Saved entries

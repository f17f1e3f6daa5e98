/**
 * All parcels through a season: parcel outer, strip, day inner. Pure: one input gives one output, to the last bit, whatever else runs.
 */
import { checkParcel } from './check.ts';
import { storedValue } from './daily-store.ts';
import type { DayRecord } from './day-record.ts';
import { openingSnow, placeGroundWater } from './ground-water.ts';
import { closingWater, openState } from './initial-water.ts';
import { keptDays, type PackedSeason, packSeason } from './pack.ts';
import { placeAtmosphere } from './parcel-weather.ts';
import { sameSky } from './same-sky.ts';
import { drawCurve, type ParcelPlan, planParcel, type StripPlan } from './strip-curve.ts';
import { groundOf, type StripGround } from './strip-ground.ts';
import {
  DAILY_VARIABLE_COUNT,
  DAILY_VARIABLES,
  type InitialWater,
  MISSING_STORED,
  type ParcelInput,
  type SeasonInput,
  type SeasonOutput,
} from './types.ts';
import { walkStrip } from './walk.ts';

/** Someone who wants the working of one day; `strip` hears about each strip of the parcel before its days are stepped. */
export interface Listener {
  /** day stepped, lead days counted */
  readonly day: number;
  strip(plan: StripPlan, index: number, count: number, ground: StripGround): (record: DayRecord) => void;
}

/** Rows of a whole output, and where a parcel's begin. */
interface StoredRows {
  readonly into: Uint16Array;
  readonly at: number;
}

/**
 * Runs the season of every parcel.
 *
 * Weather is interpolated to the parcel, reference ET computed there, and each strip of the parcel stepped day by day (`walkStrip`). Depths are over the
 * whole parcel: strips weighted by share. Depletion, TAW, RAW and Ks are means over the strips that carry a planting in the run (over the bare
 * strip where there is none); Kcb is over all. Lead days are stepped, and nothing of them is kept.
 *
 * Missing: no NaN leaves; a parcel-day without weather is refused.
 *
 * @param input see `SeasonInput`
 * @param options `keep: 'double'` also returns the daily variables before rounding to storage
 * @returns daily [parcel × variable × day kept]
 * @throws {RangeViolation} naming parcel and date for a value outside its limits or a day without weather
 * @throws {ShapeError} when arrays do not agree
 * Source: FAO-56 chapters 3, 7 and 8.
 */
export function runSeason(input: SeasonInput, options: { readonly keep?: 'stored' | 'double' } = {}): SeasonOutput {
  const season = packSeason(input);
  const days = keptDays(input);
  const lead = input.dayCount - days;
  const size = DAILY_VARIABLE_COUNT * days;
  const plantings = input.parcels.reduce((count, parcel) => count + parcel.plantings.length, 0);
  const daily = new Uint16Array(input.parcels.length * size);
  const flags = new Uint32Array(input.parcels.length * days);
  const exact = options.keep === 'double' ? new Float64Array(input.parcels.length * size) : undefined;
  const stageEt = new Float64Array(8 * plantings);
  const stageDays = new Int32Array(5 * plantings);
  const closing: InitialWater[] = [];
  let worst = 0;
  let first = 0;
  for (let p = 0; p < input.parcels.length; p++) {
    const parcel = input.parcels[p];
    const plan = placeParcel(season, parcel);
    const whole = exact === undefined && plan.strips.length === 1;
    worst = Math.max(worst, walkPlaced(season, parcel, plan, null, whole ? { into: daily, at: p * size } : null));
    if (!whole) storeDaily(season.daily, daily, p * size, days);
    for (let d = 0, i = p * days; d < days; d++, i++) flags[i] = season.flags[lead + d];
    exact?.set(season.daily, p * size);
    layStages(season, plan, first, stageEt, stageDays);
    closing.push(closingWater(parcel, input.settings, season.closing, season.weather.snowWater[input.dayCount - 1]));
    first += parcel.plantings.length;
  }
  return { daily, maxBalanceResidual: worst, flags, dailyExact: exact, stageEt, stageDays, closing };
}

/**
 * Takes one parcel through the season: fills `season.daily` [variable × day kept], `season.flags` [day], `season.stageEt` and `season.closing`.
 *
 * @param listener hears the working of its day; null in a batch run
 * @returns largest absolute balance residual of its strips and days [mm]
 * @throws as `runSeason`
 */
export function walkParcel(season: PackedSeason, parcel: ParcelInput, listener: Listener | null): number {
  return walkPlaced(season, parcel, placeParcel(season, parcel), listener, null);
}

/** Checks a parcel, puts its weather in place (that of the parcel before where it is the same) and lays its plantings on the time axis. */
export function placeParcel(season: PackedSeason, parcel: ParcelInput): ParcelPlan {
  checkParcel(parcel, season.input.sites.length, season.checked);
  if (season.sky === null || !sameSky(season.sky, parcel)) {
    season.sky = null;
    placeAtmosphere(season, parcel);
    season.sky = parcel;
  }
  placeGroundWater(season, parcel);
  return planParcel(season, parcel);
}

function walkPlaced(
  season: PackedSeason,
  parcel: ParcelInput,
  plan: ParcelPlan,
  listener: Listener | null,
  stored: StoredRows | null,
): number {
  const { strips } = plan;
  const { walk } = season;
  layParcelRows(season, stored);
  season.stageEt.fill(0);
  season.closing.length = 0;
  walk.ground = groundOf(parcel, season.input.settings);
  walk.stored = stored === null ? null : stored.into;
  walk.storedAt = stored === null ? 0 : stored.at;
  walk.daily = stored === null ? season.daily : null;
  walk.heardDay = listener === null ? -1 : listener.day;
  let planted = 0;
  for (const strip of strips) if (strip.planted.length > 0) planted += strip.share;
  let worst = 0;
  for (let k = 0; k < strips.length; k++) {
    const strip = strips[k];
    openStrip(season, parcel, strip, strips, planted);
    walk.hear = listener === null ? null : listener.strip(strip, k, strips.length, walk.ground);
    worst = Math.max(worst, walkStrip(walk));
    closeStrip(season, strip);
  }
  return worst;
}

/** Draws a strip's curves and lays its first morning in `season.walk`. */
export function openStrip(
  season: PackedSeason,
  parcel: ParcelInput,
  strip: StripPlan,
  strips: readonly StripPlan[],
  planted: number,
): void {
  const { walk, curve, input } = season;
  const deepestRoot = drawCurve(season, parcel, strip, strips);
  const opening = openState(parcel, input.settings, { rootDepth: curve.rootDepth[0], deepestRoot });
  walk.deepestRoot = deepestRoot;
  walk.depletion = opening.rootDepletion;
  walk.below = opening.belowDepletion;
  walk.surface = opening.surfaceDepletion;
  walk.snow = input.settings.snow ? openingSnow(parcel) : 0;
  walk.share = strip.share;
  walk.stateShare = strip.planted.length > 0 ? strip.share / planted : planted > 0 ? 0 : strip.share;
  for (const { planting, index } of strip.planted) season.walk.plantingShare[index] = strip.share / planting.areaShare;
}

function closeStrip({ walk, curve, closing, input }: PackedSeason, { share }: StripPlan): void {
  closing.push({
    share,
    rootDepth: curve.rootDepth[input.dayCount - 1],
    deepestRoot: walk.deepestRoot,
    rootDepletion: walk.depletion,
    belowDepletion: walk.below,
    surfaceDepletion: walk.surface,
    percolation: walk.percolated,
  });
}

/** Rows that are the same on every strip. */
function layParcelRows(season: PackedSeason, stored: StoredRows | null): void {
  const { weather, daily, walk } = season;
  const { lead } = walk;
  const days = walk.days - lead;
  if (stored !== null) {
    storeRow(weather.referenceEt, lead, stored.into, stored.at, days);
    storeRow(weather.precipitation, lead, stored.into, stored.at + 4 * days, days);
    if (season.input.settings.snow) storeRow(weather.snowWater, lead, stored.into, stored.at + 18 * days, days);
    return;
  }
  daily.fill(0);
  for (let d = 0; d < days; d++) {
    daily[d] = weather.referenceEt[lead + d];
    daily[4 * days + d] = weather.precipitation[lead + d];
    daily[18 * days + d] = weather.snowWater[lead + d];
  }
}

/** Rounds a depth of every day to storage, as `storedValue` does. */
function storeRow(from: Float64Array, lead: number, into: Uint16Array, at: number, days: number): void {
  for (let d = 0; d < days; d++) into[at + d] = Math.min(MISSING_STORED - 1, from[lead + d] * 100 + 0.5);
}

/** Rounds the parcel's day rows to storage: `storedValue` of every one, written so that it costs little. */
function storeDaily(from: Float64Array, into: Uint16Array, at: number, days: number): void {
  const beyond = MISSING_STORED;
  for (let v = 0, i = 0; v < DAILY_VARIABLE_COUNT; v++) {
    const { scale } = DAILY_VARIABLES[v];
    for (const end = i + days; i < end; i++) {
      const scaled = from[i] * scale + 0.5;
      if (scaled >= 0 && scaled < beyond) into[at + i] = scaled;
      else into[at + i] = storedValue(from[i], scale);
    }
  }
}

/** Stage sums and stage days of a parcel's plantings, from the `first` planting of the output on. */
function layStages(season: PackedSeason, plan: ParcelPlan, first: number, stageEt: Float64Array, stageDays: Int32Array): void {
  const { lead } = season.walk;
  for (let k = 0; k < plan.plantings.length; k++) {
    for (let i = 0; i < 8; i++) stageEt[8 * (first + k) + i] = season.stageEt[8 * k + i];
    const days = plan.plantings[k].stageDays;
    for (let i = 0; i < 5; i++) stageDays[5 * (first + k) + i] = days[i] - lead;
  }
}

* * *

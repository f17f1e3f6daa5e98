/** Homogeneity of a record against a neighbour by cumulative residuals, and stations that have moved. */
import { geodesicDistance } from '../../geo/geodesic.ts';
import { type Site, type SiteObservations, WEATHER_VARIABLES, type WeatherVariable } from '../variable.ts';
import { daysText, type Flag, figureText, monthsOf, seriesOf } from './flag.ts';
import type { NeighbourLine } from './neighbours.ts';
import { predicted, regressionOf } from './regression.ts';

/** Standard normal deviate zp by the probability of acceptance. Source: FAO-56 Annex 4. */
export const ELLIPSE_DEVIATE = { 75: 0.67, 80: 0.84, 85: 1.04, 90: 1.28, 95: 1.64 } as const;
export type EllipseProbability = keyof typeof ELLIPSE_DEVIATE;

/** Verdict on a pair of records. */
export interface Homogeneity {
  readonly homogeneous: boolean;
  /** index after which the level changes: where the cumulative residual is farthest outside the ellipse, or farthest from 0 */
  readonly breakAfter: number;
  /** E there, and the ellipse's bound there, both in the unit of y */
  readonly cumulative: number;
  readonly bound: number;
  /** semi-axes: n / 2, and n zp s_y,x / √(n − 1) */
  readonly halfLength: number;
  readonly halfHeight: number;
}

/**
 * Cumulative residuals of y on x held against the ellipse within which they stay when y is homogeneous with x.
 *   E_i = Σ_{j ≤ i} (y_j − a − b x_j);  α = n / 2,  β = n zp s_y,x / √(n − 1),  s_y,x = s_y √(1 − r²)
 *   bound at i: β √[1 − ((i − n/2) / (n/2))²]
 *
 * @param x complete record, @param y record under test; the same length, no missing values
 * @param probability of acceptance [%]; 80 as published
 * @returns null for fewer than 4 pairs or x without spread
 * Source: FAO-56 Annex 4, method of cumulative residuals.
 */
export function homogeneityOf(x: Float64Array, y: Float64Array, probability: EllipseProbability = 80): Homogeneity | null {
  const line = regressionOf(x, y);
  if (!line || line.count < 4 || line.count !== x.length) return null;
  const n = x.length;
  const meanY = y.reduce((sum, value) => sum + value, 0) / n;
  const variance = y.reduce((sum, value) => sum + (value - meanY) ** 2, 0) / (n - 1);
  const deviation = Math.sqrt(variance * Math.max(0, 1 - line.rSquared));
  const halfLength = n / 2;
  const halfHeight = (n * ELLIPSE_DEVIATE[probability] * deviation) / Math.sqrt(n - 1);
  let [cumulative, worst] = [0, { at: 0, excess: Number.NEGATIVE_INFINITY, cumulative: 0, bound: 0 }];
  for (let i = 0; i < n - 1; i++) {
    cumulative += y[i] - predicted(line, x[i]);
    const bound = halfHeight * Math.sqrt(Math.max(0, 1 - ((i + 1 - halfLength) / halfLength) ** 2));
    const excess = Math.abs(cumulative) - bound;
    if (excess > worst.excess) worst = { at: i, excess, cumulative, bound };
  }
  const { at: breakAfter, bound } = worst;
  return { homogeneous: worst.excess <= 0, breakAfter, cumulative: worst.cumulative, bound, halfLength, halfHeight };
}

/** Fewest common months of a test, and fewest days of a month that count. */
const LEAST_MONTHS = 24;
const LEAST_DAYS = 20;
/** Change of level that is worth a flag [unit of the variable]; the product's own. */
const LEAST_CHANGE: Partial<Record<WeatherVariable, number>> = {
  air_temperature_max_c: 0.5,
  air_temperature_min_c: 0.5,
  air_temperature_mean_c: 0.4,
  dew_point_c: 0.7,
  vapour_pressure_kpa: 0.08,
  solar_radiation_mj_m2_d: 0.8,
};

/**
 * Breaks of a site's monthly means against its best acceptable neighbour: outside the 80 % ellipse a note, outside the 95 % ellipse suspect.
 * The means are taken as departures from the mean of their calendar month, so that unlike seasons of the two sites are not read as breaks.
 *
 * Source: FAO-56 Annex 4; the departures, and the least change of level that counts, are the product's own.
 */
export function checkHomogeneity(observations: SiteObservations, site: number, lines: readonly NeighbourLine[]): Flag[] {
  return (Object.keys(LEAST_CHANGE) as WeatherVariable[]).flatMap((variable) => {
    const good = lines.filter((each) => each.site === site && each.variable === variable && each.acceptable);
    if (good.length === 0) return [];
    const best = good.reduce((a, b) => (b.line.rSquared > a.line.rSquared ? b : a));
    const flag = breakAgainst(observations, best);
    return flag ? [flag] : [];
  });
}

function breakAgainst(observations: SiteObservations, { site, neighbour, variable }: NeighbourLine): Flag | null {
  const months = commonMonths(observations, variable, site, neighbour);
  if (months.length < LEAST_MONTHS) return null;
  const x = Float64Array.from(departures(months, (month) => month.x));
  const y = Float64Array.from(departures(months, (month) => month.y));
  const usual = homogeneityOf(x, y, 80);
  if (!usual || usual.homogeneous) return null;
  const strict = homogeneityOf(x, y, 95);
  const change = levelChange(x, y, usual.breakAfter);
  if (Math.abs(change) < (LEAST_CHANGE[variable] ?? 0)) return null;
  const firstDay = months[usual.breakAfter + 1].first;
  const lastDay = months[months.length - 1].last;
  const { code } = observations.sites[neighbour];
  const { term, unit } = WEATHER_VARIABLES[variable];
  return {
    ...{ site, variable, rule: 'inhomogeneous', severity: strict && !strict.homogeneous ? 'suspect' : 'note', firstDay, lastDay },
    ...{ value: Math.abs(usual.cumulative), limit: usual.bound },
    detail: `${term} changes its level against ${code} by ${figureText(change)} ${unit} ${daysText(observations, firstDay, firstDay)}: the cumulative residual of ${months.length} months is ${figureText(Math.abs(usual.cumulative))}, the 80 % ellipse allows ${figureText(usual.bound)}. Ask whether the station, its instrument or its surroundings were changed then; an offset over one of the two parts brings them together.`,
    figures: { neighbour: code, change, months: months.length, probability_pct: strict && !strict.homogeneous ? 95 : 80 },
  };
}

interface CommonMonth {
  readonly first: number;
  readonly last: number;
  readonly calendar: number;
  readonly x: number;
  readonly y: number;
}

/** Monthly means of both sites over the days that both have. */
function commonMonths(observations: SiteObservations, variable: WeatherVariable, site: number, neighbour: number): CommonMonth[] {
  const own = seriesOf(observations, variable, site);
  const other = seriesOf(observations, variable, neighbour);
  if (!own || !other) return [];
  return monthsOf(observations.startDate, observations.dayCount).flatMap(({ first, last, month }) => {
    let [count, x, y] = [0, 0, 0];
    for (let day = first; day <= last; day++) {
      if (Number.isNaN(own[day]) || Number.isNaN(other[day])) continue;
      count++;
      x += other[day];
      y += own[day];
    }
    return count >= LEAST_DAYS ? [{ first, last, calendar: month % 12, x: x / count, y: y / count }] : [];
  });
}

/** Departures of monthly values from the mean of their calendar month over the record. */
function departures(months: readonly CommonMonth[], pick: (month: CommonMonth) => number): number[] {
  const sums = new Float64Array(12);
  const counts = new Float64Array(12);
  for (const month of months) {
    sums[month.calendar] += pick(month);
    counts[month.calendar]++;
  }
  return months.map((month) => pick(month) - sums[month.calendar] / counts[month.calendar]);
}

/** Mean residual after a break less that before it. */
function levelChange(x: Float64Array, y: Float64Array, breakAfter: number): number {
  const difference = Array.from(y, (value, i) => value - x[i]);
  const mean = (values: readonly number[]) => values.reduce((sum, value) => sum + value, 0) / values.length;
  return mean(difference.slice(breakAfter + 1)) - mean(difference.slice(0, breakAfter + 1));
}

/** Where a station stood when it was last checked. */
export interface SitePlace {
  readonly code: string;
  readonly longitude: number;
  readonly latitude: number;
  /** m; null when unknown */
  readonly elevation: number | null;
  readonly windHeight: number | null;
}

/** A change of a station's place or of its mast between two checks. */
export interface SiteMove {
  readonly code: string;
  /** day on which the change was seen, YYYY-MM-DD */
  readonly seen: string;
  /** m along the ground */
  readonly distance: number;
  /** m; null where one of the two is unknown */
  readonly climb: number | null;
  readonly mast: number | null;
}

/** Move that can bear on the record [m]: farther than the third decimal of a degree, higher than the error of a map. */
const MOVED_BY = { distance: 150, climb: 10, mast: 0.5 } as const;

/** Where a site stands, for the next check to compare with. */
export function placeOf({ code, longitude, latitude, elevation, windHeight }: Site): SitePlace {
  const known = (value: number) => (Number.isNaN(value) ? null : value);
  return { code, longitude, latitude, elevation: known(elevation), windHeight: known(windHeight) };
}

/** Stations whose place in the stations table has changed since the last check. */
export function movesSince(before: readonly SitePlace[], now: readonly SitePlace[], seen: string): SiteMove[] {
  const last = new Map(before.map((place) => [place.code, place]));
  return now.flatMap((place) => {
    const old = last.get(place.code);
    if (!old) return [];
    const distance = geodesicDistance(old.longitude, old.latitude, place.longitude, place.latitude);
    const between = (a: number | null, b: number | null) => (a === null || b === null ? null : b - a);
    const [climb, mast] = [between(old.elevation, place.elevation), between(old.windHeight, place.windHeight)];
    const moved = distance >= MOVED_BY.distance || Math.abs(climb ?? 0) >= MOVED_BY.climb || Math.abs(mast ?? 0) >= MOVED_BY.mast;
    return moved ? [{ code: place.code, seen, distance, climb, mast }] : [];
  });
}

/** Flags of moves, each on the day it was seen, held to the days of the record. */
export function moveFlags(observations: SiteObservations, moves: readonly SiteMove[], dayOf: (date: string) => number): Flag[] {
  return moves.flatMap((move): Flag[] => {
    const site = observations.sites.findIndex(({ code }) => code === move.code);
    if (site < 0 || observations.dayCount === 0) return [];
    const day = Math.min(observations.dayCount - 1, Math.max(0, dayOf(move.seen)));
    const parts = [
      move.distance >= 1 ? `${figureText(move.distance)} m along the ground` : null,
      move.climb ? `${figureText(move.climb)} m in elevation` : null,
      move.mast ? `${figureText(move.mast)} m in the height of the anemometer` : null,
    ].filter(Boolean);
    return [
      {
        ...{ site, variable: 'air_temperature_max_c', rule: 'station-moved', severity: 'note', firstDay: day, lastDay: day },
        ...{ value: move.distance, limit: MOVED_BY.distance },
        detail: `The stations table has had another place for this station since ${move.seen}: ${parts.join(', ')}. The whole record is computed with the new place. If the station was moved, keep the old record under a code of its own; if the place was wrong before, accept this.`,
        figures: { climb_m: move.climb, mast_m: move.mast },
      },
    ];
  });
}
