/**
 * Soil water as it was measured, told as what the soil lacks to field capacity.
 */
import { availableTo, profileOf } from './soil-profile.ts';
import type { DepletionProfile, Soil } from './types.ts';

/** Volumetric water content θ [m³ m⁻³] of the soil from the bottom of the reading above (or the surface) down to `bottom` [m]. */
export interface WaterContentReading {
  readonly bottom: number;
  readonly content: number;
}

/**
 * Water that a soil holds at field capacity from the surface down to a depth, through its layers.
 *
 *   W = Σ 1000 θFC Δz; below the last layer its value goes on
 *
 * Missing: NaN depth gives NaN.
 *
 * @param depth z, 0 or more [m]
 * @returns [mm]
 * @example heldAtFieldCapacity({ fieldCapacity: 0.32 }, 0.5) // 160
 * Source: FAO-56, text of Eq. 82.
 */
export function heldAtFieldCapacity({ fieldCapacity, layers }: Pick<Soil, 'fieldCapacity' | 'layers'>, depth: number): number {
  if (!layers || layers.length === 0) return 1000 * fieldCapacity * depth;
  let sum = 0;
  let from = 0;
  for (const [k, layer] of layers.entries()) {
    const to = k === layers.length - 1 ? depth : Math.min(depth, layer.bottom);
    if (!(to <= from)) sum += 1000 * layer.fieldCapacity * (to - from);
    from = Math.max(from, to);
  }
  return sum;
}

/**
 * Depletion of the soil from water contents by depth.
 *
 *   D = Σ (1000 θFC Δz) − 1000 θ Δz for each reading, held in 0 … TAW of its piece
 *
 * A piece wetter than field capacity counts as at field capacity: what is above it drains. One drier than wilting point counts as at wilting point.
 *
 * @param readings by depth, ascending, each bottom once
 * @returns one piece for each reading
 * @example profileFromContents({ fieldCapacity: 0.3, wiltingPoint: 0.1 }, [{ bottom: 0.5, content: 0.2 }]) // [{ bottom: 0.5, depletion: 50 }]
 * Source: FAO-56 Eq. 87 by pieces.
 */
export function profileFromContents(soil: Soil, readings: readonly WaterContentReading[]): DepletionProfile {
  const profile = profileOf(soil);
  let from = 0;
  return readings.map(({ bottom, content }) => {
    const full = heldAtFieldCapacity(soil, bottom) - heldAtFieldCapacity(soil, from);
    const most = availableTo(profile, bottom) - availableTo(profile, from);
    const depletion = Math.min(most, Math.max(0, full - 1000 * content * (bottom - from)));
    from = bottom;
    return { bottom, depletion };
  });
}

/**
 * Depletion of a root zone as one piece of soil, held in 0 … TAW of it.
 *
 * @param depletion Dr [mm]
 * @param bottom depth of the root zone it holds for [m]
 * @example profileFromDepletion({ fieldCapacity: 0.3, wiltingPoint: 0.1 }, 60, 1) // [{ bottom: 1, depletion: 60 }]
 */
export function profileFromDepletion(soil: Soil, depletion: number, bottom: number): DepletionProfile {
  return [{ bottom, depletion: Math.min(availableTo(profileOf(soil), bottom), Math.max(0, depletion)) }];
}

◆ Directions for this task
Among the entries above, how many lines include the word "placeAtmosphere"? Give the number with no comment.

◆ Response to the task
2